Abu Hanifa also pointed out that real believers commit sins not by considering them lawful, but by giving in to their carnal soul. When asked, "If God is dearer for a believer than everything, why does a believer rebel Him? Is it possible for a person to rebel while having sincere love for God?" the great imam replied, "Yes, a child loves his father, but sometimes disobeys him. The situation of a believer is the same...He commits sins not owing to a lack of love for God, but for giving in to the feeling of lust or something similar."

Some claimed that this stance aligned Abu Hanifa with the school of Murjia, whose adherents believed that sins would not nullify one's faith, but Abu Hanifa soundly argued that it is not possible to guarantee anything in matters of faith:

"We cannot say that sins do not harm a believer at all. Similarly, we cannot say that a person who commits sins will not enter Hell. Neither can we say our good deeds are accepted and our evil deeds are forgiven... However, who commits good deeds in conformity with all of the conditions of validity...and dies as a believer without nullifying those deeds, then God does not let those deeds be in vain, but rewards them." We need to clarify at this point that by this definition Abu Hanifa did not refer to an argument as if religion was a matter of conscience only; religion for him is a comprehensive system of life that concerns all aspects of believers' existence.

While founding the most developed school of Islamic jurisprudence, Abu Hanifa defined religion with reference to its essence, pinpointing the difference between religion and other factors related to religion. His definition of religion as the faith of Divine oneness is very important in terms of maintaining social unity. Such a definition does not lessen the importance of religion's other requirements. Moreover, the political and social conditions of his time called for such a definition. For this reason, Abu Hanifa made a definition that referred to the essence of religion and aimed to maintain unity in society by counteracting the tendency to easily condemn those with different opinions.

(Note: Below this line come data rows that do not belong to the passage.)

def test_overview_bars(demo_store):
    from exposhift.services.browse import evidence_overview

    o = evidence_overview(demo_store)
    fig = charts.pair_bars(o.pairs)
    assert list(fig.data[0].x) == list(o.pairs["studies"].iloc[::-1])
    assert "1 study · 1 event" in list(fig.data[0].text)
    assert charts.plural(2, "study", "studies") == "2 studies"
    fam = charts.count_bars(o.by_design_family, "design_family", "studies", "t")
    assert sum(fam.data[0].x) == o.counts["studies"]


def test_event_map_several_events_in_small_neighbouring_countries():
    """Four events in the Netherlands and three in Belgium: each marker inside its own
    country (Natural Earth outlines), at distinct places, and the country labelled."""
    n = {"NLD": 4, "BEL": 3, "LUX": 2}
    codes = [c for c, k in n.items() for _ in range(k)]
    ev = pd.DataFrame(
        {
            "event_id": [f"E{i}" for i in range(len(codes))],
            "country": codes,
            "change_date": ["2000"] * len(codes),
            "direction": ["decrease"] * len(codes),
            "design": ["did"] * len(codes),
            "level": [3.0] * len(codes),
            "estimate": np.linspace(-0.2, 0.2, len(codes)),
            "se": [0.1] * len(codes),
            "measure_group": ["ratio"] * len(codes),
            "represents_event": [True] * len(codes),
        }
    )
    fig = charts.event_map(ev)
    (geo,) = [t for t in fig.data if t.name == "events"]
    placed = list(zip(geo.lon, geo.lat, geo.customdata[:, 0], strict=True))
    by_id = ev.set_index("event_id")["country"]
    for x, y, eid in placed:
        if by_id[eid] != "LUX":  # too small at 1:110m for two places: stacked on its point
            assert mapdata.in_country(by_id[eid], x, y), (eid, x, y)
    for code in ("NLD", "BEL"):
        mine = {(x, y) for x, y, e in placed if by_id[e] == code}
        assert len(mine) == n[code]
    labels = next(t for t in fig.data if t.name == "country labels")
    assert any("Netherlands" in t and "4 events" in t for t in labels.text)
    assert any("2 events" in t for t in labels.text)  # the stacked pair says how many


def test_forest_draws_at_most_the_heaviest_rows_and_says_how_many_more():
    k = 100
    rows = pd.DataFrame(
        {
            "group": [0] * k,
            "group_label": ["ratio · change"] * k,
            "estimate_uid": [f"u{i}" for i in range(k)],
            "study_id": [f"S{i}" for i in range(k)],
            "event_id": [f"E{i}" for i in range(k)],
            "country": ["NLD"] * k,
            "change_date": ["2001-01"] * k,
            "change_kind": ["ban"] * k,
            "design": ["its"] * k,
            "level": [2.0] * k,
            "measure": ["RR"] * k,
            "reported": [0.8] * k,
            "reported_low": [0.7] * k,
            "reported_high": [0.9] * k,
            "subgroup": [None] * k,
            "y": np.full(k, 0.22),
            "se": np.full(k, 0.05),
            "ci_lower": np.full(k, 0.12),
            "ci_upper": np.full(k, 0.32),
            "weight": np.arange(1, k + 1) / np.arange(1, k + 1).sum(),
            "scale": ["log"] * k,
            "k_units": [1] * k,
        }
    )
    group = {"scale": "log", "estimate": 0.22, "ci_lower": 0.2, "ci_upper": 0.24, "k": k}
    fig = charts.forest_plot(rows, [group], max_rows=40)
    (squares,) = [t for t in fig.data if t.marker and t.marker.symbol == "square"]
    assert len(squares.x) == 40
    shown = set(squares.customdata[:, 1])
    assert shown == {f"E{i}" for i in range(60, 100)}  # the 40 heaviest events
    ticks = " ".join(fig.layout.yaxis.ticktext)
    assert "60 more events" in ticks
    notes = " ".join(a.text for a in fig.layout.annotations)
    assert "RR 0.80 [0.70, 0.90] after a ban" in notes  # as reported, beside the aligned value
    assert "1.25 [1.13, 1.38]" in notes  # exp(0.22), exp(0.12), exp(0.32)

This is valuable even today, as taking belief in Divine unity as the basis of religion allows followers of different monotheistic religions to meet on common grounds. In the Qur'an, God Almighty addresses Muslims in the person of the Prophet and demands them to call People of the Book to a common word between them: "O People of the Book, come to a word common between us and you, that we worship none but God, and associate none as partner with Him, and that none of us take others for Lords, apart from God" (Al Imran 3: 64).


When Abu Hanifa's world of thought and understanding of life are studied, it's clear that his viewpoint valued differences and did not permit persecution. This perspective still bears significance in terms of peaceful coexistence in today's societies. Such a magnanimous attitude can help to combat radical attitudes and inclinations for violence.